Describe the following cell-surface modifications using the table below.
Cell-surface modification Type(s) of epithelia with the modification Function (include a specific organ) Cilia Goblet cells Microvilli
Use the given input/output table to evaluate or solve the following
X f(x) 3 10 2 4 4 0 7 8 NOTE: In each answer blank space Blackboard is expecting a numerical value. f(4) = f|(4) =
The Correct Answer and Explanation is:
Let’s break this question into two parts as requested:
Part 1: Cell-Surface Modifications Table
| Cell-surface modification | Type(s) of epithelia with the modification | Function (include a specific organ) |
|---|---|---|
| Cilia | Pseudostratified columnar epithelium | Moves mucus and trapped particles; e.g., in the trachea, cilia sweep mucus toward the throat to be expelled. |
| Goblet cells | Simple columnar and pseudostratified columnar epithelium | Secrete mucus to lubricate and protect; e.g., in the respiratory tract, mucus traps dust and microbes. |
| Microvilli | Simple columnar epithelium | Increases surface area for absorption; e.g., in the small intestine, microvilli enhance nutrient absorption. |
Part 2: Function Table Evaluation
Given:
| X | f(x) |
|---|---|
| 3 | 10 |
| 2 | 4 |
| 4 | 0 |
| 7 | 8 |
We are to find:
- f(4)
- f⁻¹(4) (read as “f inverse of 4”)
✅ Answer:
- f(4) = 0
- f⁻¹(4) = 2
🔍 Explanation (300+ words):
To solve problems involving a function table, it’s essential to understand the basic concept of what a function and its inverse represent.
A function, denoted f(x), maps an input x to a single output f(x). In our case, we are given a finite set of such mappings in a table. To find f(4), we simply locate x = 4 in the table and identify the value paired with it. According to the data:
- When x = 4, the function value is f(4) = 0.

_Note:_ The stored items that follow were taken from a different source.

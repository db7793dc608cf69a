import type { FrontPoints } from "@/lib/science/front/front-points";
import type { FrontCurve } from "@/lib/science/front/front-result";
import { finiteOrNull } from "@/lib/science/front/parameter";
import type { ReplicateFits } from "@/lib/science/front/replicate-fits";
import { summariseReplicates } from "@/lib/science/front/replicate-summary";

const SAMPLES = 49;

/** A fitted model: its coefficients, those of its replicates, and τ in µs as a function of them and the distance. */
export interface FittedModel {
  offset: number;
  slope: number;
  replicates: ReplicateFits;
}

/** Returns τ of the straight front at a distance. */
export function linearTime_us(offset: number, slope: number, distance: number): number {
  return offset + slope * distance;
}

/** Returns τ of the power law at a distance. */
export function powerLawTime_us(offset: number, slope: number, distance: number): number {
  return Math.exp(offset + slope * Math.log(distance));
}

/** Returns the model from the nearest to the farthest fitted point, with its pointwise 95 % band over replicates. */
export function frontCurve(
  points: FrontPoints,
  { offset, slope, replicates }: FittedModel,
  time_us: (offset: number, slope: number, distance: number) => number,
): FrontCurve {
  const near = points.distance.reduce((least, d) => Math.min(least, d), Infinity);
  const far = points.distance.reduce((most, d) => Math.max(most, d), -Infinity);
  const curve: FrontCurve = { distance: [], time_us: [], low_us: [], high_us: [] };
  for (let sample = 0; sample < SAMPLES; sample++) {
    const distance = near + ((far - near) * sample) / (SAMPLES - 1);
    const spread = summariseReplicates(replicates.offset.map((o, b) => time_us(o, replicates.slope[b], distance)));
    curve.distance.push(distance);
    curve.time_us.push(finiteOrNull(time_us(offset, slope, distance)));
    curve.low_us.push(finiteOrNull(spread.low));
    curve.high_us.push(finiteOrNull(spread.high));
  }
  return curve;
}
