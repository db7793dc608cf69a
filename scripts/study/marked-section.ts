/** Returns the text with what stands between `<!-- study:name -->` and `<!-- /study:name -->` replaced; null without these marks. */
export function replaceMarked(text: string, name: string, content: string): string | null {
  const [open, close] = [`<!-- study:${name} -->`, `<!-- /study:${name} -->`];
  const start = text.indexOf(open);
  const end = text.indexOf(close);
  if (start === -1 || end < start) return null;
  return `${text.slice(0, start + open.length)}\n\n${content}\n\n${text.slice(end)}`;
}
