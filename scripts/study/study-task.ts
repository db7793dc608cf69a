import { CORRELATOR_CELLS, correlatorCoverage } from "@/scripts/study/correlator-coverage";
import { FRONT_CELLS } from "@/scripts/study/front-cells";
import { frontCoverage } from "@/scripts/study/front-coverage";
import { fittedLawStudy, fittedLawTable } from "@/scripts/study/fitted-laws";
import { thresholdFreeStudy, thresholdFreeTable } from "@/scripts/study/threshold-free";

/** A piece of work for one thread. */
export type StudyTask =
  | { study: "correlators" | "fronts"; row: number; first: number; count: number; seed: number }
  | { study: "threshold-free" | "fitted-laws"; repeats: number; seed: number };

/** Rows of one seed are drawn under seeds of their own. */
const SEEDS_A_ROW = 1000;

/** Returns a tally, or a table that is already text. */
export function runStudyTask(task: StudyTask) {
  switch (task.study) {
    case "correlators":
      return correlatorCoverage(CORRELATOR_CELLS[task.row], task.row, task.seed, task.first, task.count);
    case "fronts":
      return frontCoverage(FRONT_CELLS[task.row], task.seed * SEEDS_A_ROW + task.row, task.first, task.count);
    case "threshold-free":
      return thresholdFreeTable(thresholdFreeStudy(task.seed, task.repeats));
    case "fitted-laws":
      return fittedLawTable(fittedLawStudy(task.seed, task.repeats));
  }
}
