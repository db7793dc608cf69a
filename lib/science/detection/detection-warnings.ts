import type { SingleReason } from "@/lib/science/detection/poisson-mixture";

/** What a reader of a detection must know about one site. */
export type DetectionWarningCode =
  | SingleReason
  | "inseparable"
  | "components-overlap"
  | "correction-refused"
  | "rare-component"
  | "leakage-unseen"
  | "leakage-direction"
  | "threshold-borrowed"
  | "threshold-above-all"
  | "rates-unknown"
  | "few-calibration-shots"
  | "always-dark"
  | "always-bright";

export interface DetectionWarning {
  code: DetectionWarningCode;
  /** One plain sentence. */
  message: string;
}

const MESSAGES: Record<DetectionWarningCode, string> = {
  "no-shots": "The site has no kept shots, so nothing can be fitted.",
  "all-zero": "The site counts zero in every shot: it may be empty, or the detector blind there.",
  "all-equal": "The site has the same count in every shot, so no two states can be told apart.",
  "one-component":
    "The counts are described by one Poisson component alone; which state it is, and the rate of the other, cannot be told.",
  inseparable:
    "Two components fit the counts, but no threshold separates them well enough for a readout correction (1 − ε_d − ε_b ≤ 0.2).",
  "components-overlap": "Dark and bright counts overlap: the mean readout error is above 10 %.",
  "correction-refused":
    "At this threshold 1 − ε_d − ε_b is at most 0.2, so the readout correction is refused for this site.",
  "rare-component": "Fewer than 20 shots belong to one of the two components, so its rate is poorly known.",
  "leakage-unseen":
    "A Poisson mixture does not see shots that change state while they are read: ε_d can be a factor of two too low at 3 % leakage.",
  "leakage-direction":
    "The counts tell how many shots change state while they are read, not in which direction; both states are taken to leak alike. Calibration shots can tell.",
  "threshold-borrowed":
    "The site's own counts give no threshold; this one is the median of the other sites' thresholds.",
  "threshold-above-all":
    "No site shows two components, so this threshold lies above every count and the site reads dark throughout.",
  "rates-unknown": "No error rates are known for this site, so its readout cannot be corrected.",
  "few-calibration-shots": "There are fewer than 100 calibration shots of one kind, so the error rates are coarse.",
  "always-dark": "The site reads dark in every shot at this threshold.",
  "always-bright": "The site reads bright in every shot at this threshold.",
};

/** Returns the warning with its standing sentence. */
export function detectionWarning(code: DetectionWarningCode): DetectionWarning {
  return { code, message: MESSAGES[code] };
}
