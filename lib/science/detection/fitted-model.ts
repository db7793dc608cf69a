import type { CalibratedRates } from "@/lib/science/detection/calibration";
import type { CountModel, CountModelName, ModelComponents } from "@/lib/science/detection/count-model";
import type { CountModelFit } from "@/lib/science/detection/count-model-fit";
import { matchBeta, mixtureErrorRates } from "@/lib/science/detection/mixture-error-rates";
import type { TwoComponents } from "@/lib/science/detection/poisson-mixture";
import { advisePoissonThreshold, type ErrorRates } from "@/lib/science/detection/threshold";
import type { Interval } from "@/lib/science/stats/intervals";

/** Two components fitted to one site's counts, under any model. */
export interface FittedModel {
  kind: "two-components";
  model: CountModelName;
  /** With the standard errors of the two rates. */
  components: ModelComponents & { darkError: number; brightError: number };
  shots: number;
  logLikelihood: number;
  parameters: number;
  /** The half-integer with the least ε_d + ε_b; of equals the lowest. */
  advised: number;
  /** ε's, intervals and evidence of a threshold. */
  ratesAt: (threshold: number) => CalibratedRates;
}

const POISSON_PARAMETERS = 3;
const Z_95 = 1.959963984540054;
const DIFFERENCE = 1e-4;

/** Returns the Poisson mixture as a fitted model. */
export function poissonModel(fit: TwoComponents): FittedModel {
  const { dark, bright, brightWeight, darkError, brightError, shots, logLikelihood } = fit;
  return {
    kind: "two-components",
    model: "poisson",
    components: { dark, bright, brightWeight, darkError, brightError },
    shots,
    logLikelihood,
    parameters: POISSON_PARAMETERS,
    advised: advisePoissonThreshold(dark, bright),
    ratesAt: (threshold) => mixtureErrorRates(fit, threshold),
  };
}

/** Returns a richer fit as a fitted model; `shots` in all. */
export function richerModel(model: CountModel, { place, covariance, logLikelihood }: CountModelFit, shots: number): FittedModel {
  const components = model.components(place);
  const errorOf = (parameter: number) => Math.sqrt(covariance[parameter * place.length + parameter]);
  const { dark, bright, brightWeight } = components;
  return {
    kind: "two-components",
    model: model.name,
    components: { ...components, darkError: dark * errorOf(0), brightError: bright * errorOf(1) },
    shots,
    logLikelihood,
    parameters: model.parameters,
    advised: bestThreshold(model, components),
    ratesAt: (threshold) => ratesWithErrors(model, place, covariance, threshold, [shots * (1 - brightWeight), shots * brightWeight]),
  };
}

/** Returns ε_d and ε_b of a threshold by summing the densities up to it. */
function errorRatesOf(model: CountModel, components: ModelComponents, threshold: number): ErrorRates {
  let darkUpTo = 0;
  let brightUpTo = 0;
  for (let n = 0; n <= threshold; n++) {
    darkUpTo += model.darkDensity(n, components);
    brightUpTo += model.brightDensity(n, components);
  }
  return { falseBright: clampShare(1 - darkUpTo), falseDark: clampShare(brightUpTo) };
}

function clampShare(share: number): number {
  return Math.min(1, Math.max(0, share));
}

/** Raising θ past count n pays while bright shots have n less often than dark ones; the best lies below the bright mean. */
function bestThreshold(model: CountModel, components: ModelComponents): number {
  let gain = 0;
  let best = { threshold: 0.5, sum: Number.POSITIVE_INFINITY };
  for (let n = 0; n <= Math.ceil(components.bright); n++) {
    gain += model.brightDensity(n, components) - model.darkDensity(n, components);
    if (gain < best.sum - 1e-15) best = { threshold: n + 0.5, sum: gain };
  }
  return best.threshold;
}

function ratesWithErrors(model: CountModel, place: Float64Array, covariance: Float64Array, threshold: number, shots: [number, number]): CalibratedRates {
  const rates = errorRatesOf(model, model.components(place), threshold);
  const [darkError, brightError] = rateErrors(model, place, covariance, threshold);
  return {
    ...rates,
    falseBrightInterval: shareInterval(rates.falseBright, darkError),
    falseDarkInterval: shareInterval(rates.falseDark, brightError),
    evidence: { dark: matchBeta(rates.falseBright, darkError, shots[0]), bright: matchBeta(rates.falseDark, brightError, shots[1]) },
  };
}

/** Standard errors of ε_d and ε_b by the delta method. */
function rateErrors(model: CountModel, place: Float64Array, covariance: Float64Array, threshold: number): [number, number] {
  const size = place.length;
  const slopes = Array.from(place, (_, parameter) => {
    const at = (by: number) => errorRatesOf(model, model.components(place.map((value, m) => (m === parameter ? value + by : value))), threshold);
    const [above, below] = [at(DIFFERENCE), at(-DIFFERENCE)];
    return { falseBright: (above.falseBright - below.falseBright) / (2 * DIFFERENCE), falseDark: (above.falseDark - below.falseDark) / (2 * DIFFERENCE) };
  });
  const errorOf = (rate: keyof ErrorRates) => {
    let variance = 0;
    for (let m = 0; m < size; m++) for (let q = 0; q < size; q++) variance += slopes[m][rate] * covariance[m * size + q] * slopes[q][rate];
    return Math.sqrt(Math.max(0, variance));
  };
  return [errorOf("falseBright"), errorOf("falseDark")];
}

/** 95 % on the logit scale, so that it stays between 0 and 1. */
function shareInterval(share: number, error: number): Interval {
  if (share <= 0 || share >= 1 || error === 0) return [share, share];
  const odds = share / (1 - share);
  const stretch = Math.exp((Z_95 * error) / (share * (1 - share)));
  return [odds / stretch / (1 + odds / stretch), (odds * stretch) / (1 + odds * stretch)];
}
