import { fitQuality } from "@/lib/science/front/fit-quality";
import type { FrontPoints } from "@/lib/science/front/front-points";
import type { NoFit, PowerLawFront, ReciprocalParameter } from "@/lib/science/front/front-result";
import { finiteOrNull, parameterOf, reciprocalOf } from "@/lib/science/front/parameter";
import { powerLawFitter } from "@/lib/science/front/front-fitters";
import { amplitudeErrorOf, amplitudeOf, type PowerLawFit } from "@/lib/science/front/power-law-fit";
import { fitReplicates, type ReplicateFits } from "@/lib/science/front/replicate-fits";
import { summariseReplicates, type ReplicateSummary } from "@/lib/science/front/replicate-summary";

/** A reported power law with what drawing it needs: ln τ = offset + slope · ln d, and the same per replicate. */
export interface PowerLawFrontFitted {
  front: PowerLawFront;
  offset: number;
  slope: number;
  replicates: ReplicateFits;
}

/** Returns the power law through the points with errors from the replicates; `tau` is `[trace][replicate]`, µs. */
export function powerLawFrontOf(
  points: FrontPoints,
  tau: Float64Array,
  replicateCount: number,
  fittedIn: "log-time" | "time",
): PowerLawFrontFitted | NoFit {
  const fitter = powerLawFitter(points, fittedIn);
  const fit = fitter(points.distance, points.time_us, points.softened_us, Int32Array.from(points.trace.keys()));
  if (Number.isNaN(fit.slope)) return { reason: "The power law's least squares in τ did not converge." };
  // A replicate that is at the level at t = 0 has no logarithm, and leaves the point out like a missing crossing.
  const replicates = fitReplicates(points, tau, replicateCount, 0, fitter);
  const gamma = summariseReplicates(replicates.slope);
  const model_us = points.distance.map((d) => Math.exp(fit.offset + fit.slope * Math.log(d)));
  const front: PowerLawFront = {
    fittedIn,
    a: amplitudeParameter(fit, replicates, gamma),
    gamma: parameterOf(fit.slope, fit.slopeError, gamma),
    beta: reciprocalOf(fit.slope, fit.slopeError, gamma, 1),
    ...fitQuality(points, model_us, 2, replicates.fitted),
  };
  return { front, offset: fit.offset, slope: fit.slope, replicates };
}

/** Errors of a follow to first order from those of offset and slope; its interval has no ends once γ's reaches 0. */
function amplitudeParameter(fit: PowerLawFit, replicates: ReplicateFits, gamma: ReplicateSummary): ReciprocalParameter {
  const unbounded = gamma.low <= 0;
  const lnA = -fit.offset / fit.slope;
  // d(ln a) = −(d offset + ln a · d slope)/γ, so this one combination carries the replicates' whole covariance.
  const combined = summariseReplicates(replicates.offset.map((offset, b) => offset + lnA * replicates.slope[b]));
  const a = amplitudeOf(fit.offset, fit.slope);
  const interval = summariseReplicates(replicates.offset.map((offset, b) => amplitudeOf(offset, replicates.slope[b])));
  const variances = { offset: fit.offsetError ** 2, slope: fit.slopeError ** 2, covariance: fit.covariance };
  return {
    value: finiteOrNull(a),
    error: finiteOrNull((a * combined.error) / Math.abs(fit.slope)),
    low: unbounded ? null : finiteOrNull(interval.low),
    high: unbounded ? null : finiteOrNull(interval.high),
    fitError: finiteOrNull(amplitudeErrorOf(fit.offset, fit.slope, variances)),
    unbounded,
  };
}
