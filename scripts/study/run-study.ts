/** The studies of the statistics: simulated repeats on two threads, tables to stdout and into docs/validation.md. */
import { readFileSync, writeFileSync } from "node:fs";
import { parseArgs } from "node:util";
import { CORRELATOR_CELLS, correlatorTable, mergeCorrelatorTallies, type CorrelatorTally } from "@/scripts/study/correlator-coverage";
import { FRONT_CELLS } from "@/scripts/study/front-cells";
import { mergeFrontTallies, type FrontTally } from "@/scripts/study/front-coverage";
import { frontTable } from "@/scripts/study/front-table";
import { replaceMarked } from "@/scripts/study/marked-section";
import type { StudyTask } from "@/scripts/study/study-task";
import { runOnThreads } from "@/scripts/study/thread-pool";

type StudyName = StudyTask["study"];

const STUDIES: readonly StudyName[] = ["correlators", "fronts", "threshold-free", "fitted-laws"];
const DEFAULT_REPEATS: Readonly<Record<StudyName, number>> = { correlators: 250, fronts: 300, "threshold-free": 200, "fitted-laws": 30 };
/** Repeats of one task: small enough that both threads end together. */
const REPEATS_A_TASK: Readonly<Record<"correlators" | "fronts", number>> = { correlators: 125, fronts: 50 };
const DOCUMENT = "docs/validation.md";

const { values: options } = parseArgs({
  options: { only: { type: "string" }, repeats: { type: "string" }, seed: { type: "string", default: "1" }, threads: { type: "string", default: "2" }, "no-write": { type: "boolean", default: false } },
});

const chosen = options.only === undefined ? STUDIES : STUDIES.filter((name) => options.only?.split(",").includes(name));
if (chosen.length === 0) throw new Error(`--only takes one or more of ${STUDIES.join(", ")}`);
const seed = wholeNumber("seed", options.seed);
const threads = wholeNumber("threads", options.threads);
for (const name of chosen) await runStudy(name);

function wholeNumber(name: string, text: string): number {
  const value = Number(text);
  if (!Number.isInteger(value) || value < 1) throw new Error(`--${name} takes a whole number from 1, not ${text}`);
  return value;
}

async function runStudy(name: StudyName): Promise<void> {
  const repeats = options.repeats === undefined ? DEFAULT_REPEATS[name] : wholeNumber("repeats", options.repeats);
  const started = performance.now();
  const table = await tableOf(name, repeats);
  const seconds = (performance.now() - started) / 1000;
  console.log(`\n## ${name}: ${repeats} repeats, seed ${seed}, ${seconds.toFixed(0)} s on ${threads} threads\n\n${table}`);
  if (options["no-write"]) return;
  const text = replaceMarked(readFileSync(DOCUMENT, "utf8"), name, `${repeats} repeats, seed ${seed}.\n\n${table}`);
  if (text !== null) writeFileSync(DOCUMENT, text);
}

async function tableOf(name: StudyName, repeats: number): Promise<string> {
  const script = new URL("study-thread.mjs", import.meta.url);
  if (name === "threshold-free" || name === "fitted-laws") {
    const [table] = await runOnThreads(script, threads, [{ study: name, repeats, seed }]);
    return table as string;
  }
  const rows = name === "correlators" ? CORRELATOR_CELLS.length : FRONT_CELLS.length;
  const tasks: StudyTask[] = Array.from({ length: rows }, (_, row) => row).flatMap((row) => tasksOfRow(name, row, repeats));
  const results = await runOnThreads(script, threads, tasks);
  const ofRow = <Tally>(row: number, merge: (first: Tally, second: Tally) => Tally) =>
    (results as Tally[]).filter((_, at) => "row" in tasks[at] && tasks[at].row === row).reduce(merge);
  return name === "correlators"
    ? correlatorTable(CORRELATOR_CELLS.map((_, row) => ofRow<CorrelatorTally>(row, mergeCorrelatorTallies)))
    : frontTable(FRONT_CELLS.map((_, row) => ofRow<FrontTally>(row, mergeFrontTallies)));
}

function tasksOfRow(study: "correlators" | "fronts", row: number, repeats: number): StudyTask[] {
  const size = REPEATS_A_TASK[study];
  return Array.from({ length: Math.ceil(repeats / size) }, (_, n) => ({ study, row, first: n * size, count: Math.min(size, repeats - n * size), seed }));
}
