import { adviseCalibrationThreshold, calibrateSite, type CalibratedRates } from "@/lib/science/detection/calibration";
import { isFull, refusalOf, type DetectionInput, type DetectionRefusal } from "@/lib/science/detection/detection-input";
import {
  detectionWarning,
  type DetectionWarning,
  type DetectionWarningCode,
} from "@/lib/science/detection/detection-warnings";
import { largestBin, type SiteHistogram } from "@/lib/science/detection/histogram";
import { mixtureErrorRates } from "@/lib/science/detection/mixture-error-rates";
import { fitPoissonMixture, type TwoComponents } from "@/lib/science/detection/poisson-mixture";
import {
  fitWarnings,
  isUsable,
  rateWarnings,
  readingWarnings,
  type SiteFit,
} from "@/lib/science/detection/site-warnings";
import { advisePoissonThreshold } from "@/lib/science/detection/threshold";
import type { Interval } from "@/lib/science/stats/intervals";
import { median } from "@/lib/science/stats/quantiles";

/** One site of a detection; null where the method cannot tell. */
export interface DetectedSite {
  site: number;
  threshold: number;
  /** ε_d */
  falseBright: number | null;
  /** ε_b */
  falseDark: number | null;
  /** 95 % intervals: Clopper–Pearson from calibration, from the observed information with a mixture. */
  falseBrightInterval: Interval | null;
  falseDarkInterval: Interval | null;
  /** 1 − (ε_d + ε_b)/2 */
  fidelity: number | null;
  /** Draw ε anew from Beta(errors + ½, shots − errors + ½); counted for calibration, matched moments for a mixture. */
  evidence: CalibratedRates["evidence"] | null;
  ratesFrom: "calibration" | "mixture" | null;
  /** The fitted components, when a mixture was fitted and has two. */
  mixture: { dark: number; bright: number; brightWeight: number; darkError: number; brightError: number } | null;
  warnings: DetectionWarning[];
}

export interface Detected {
  kind: "detected";
  /** `[site]` */
  sites: DetectedSite[];
}

/**
 * Returns thresholds, error rates and warnings of all sites, or why there are none.
 * Thresholds: the given ones; else advised by calibration shots or mixture. A site without two usable components borrows
 * the median of the other sites; where no site has them, θ lies above every count, so that noise is not read as spins.
 * Rates: from calibration with method `calibration` and, when there is one, `fixed`; else from the mixture, if it works.
 */
export function detect(input: DetectionInput): Detected | DetectionRefusal {
  const refusal = refusalOf(input);
  if (refusal !== null) return refusal;
  const source = rateSource(input);
  const fits = input.histograms.map((histogram) =>
    source === "mixture" ? fitPoissonMixture(histogram.frequencies) : null,
  );
  const thresholds = chooseThresholds(input, fits);
  const sites = input.histograms.map((_, site) => detectSite(input, site, thresholds[site], fits[site]));
  return { kind: "detected", sites };
}

function rateSource({ method, calibration, countKind }: DetectionInput): "calibration" | "mixture" | null {
  if (method !== "mixture" && isFull(calibration)) return "calibration";
  return countKind === "whole" ? "mixture" : null;
}

interface ChosenThreshold {
  threshold: number;
  /** What stood in for the site's own counts, when they gave no threshold. */
  standIn: "threshold-borrowed" | "threshold-above-all" | null;
}

function chooseThresholds(input: DetectionInput, fits: SiteFit[]): ChosenThreshold[] {
  const { method, thresholds, histograms, calibration } = input;
  if (thresholds !== null) {
    return histograms.map((_, site) => ownThreshold(thresholds.length === 1 ? thresholds[0] : thresholds[site]));
  }
  if (method === "calibration" && isFull(calibration)) {
    return histograms.map((_, site) => ownThreshold(adviseCalibrationThreshold(calibration, site)));
  }
  const advised = fits.map((fit) => (isUsable(fit) ? advisePoissonThreshold(fit.dark, fit.bright) : null));
  const own = advised.filter((threshold) => threshold !== null);
  return advised.map((threshold, site) =>
    threshold === null ? standIn(own, histograms[site]) : ownThreshold(threshold),
  );
}

function ownThreshold(threshold: number): ChosenThreshold {
  return { threshold, standIn: null };
}

function standIn(lenders: number[], histogram: SiteHistogram): ChosenThreshold {
  if (lenders.length === 0) {
    return { threshold: Math.max(0, largestBin(histogram)) + 0.5, standIn: "threshold-above-all" };
  }
  // The median of an even number may lie between half-integers; half-integers are what is advised.
  return { threshold: Math.floor(median(lenders)) + 0.5, standIn: "threshold-borrowed" };
}

function detectSite(input: DetectionInput, site: number, chosen: ChosenThreshold, fit: SiteFit): DetectedSite {
  const { threshold } = chosen;
  const source = rateSource(input);
  const rates = ratesOf(input, site, threshold, fit);
  const codes: DetectionWarningCode[] = [
    ...fitWarnings(fit),
    ...(chosen.standIn === null ? [] : [chosen.standIn]),
    ...rateWarnings(rates, source),
    ...readingWarnings(input.histograms[site], threshold, input.countKind === "whole" ? 0 : 1),
  ];
  return {
    site,
    threshold,
    falseBright: rates?.falseBright ?? null,
    falseDark: rates?.falseDark ?? null,
    falseBrightInterval: rates?.falseBrightInterval ?? null,
    falseDarkInterval: rates?.falseDarkInterval ?? null,
    fidelity: rates === null ? null : 1 - (rates.falseBright + rates.falseDark) / 2,
    evidence: rates?.evidence ?? null,
    ratesFrom: rates === null ? null : source,
    mixture: fit?.kind === "two-components" ? componentsOf(fit) : null,
    warnings: codes.map(detectionWarning),
  };
}

function componentsOf({ dark, bright, brightWeight, darkError, brightError }: TwoComponents): DetectedSite["mixture"] {
  return { dark, bright, brightWeight, darkError, brightError };
}

function ratesOf(input: DetectionInput, site: number, threshold: number, fit: SiteFit): CalibratedRates | null {
  if (rateSource(input) === "calibration" && isFull(input.calibration)) {
    return calibrateSite(input.calibration, site, threshold);
  }
  return isUsable(fit) ? mixtureErrorRates(fit, threshold) : null;
}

This tells us that if we input 4 into the function f(x), the result is 0.
The inverse of a function, written as f⁻¹(y), essentially reverses the operation. Instead of asking “what is the output for a given input?”, it asks “what input gives this output?”
So, f⁻¹(4) asks: for which value of x is f(x) = 4?
Looking at the table, we find that:
- When x = 2, f(2) = 4.
Thus, f⁻¹(4) = 2, because f(2) yields the output 4.
This back-and-forth relationship is the essence of inverse functions: if f(x) = y, then f⁻¹(y) = x.
Summary:
- f(4) means look at the output when the input is 4.
- f⁻¹(4) means look at the input that gives 4 as the output.
Using the table, we find:
- f(4) = 0
- f⁻¹(4) = 2
Understanding how to read and interpret function tables is a fundamental skill in algebra and helps build a strong foundation for working with more complex functions, graphs, and equations.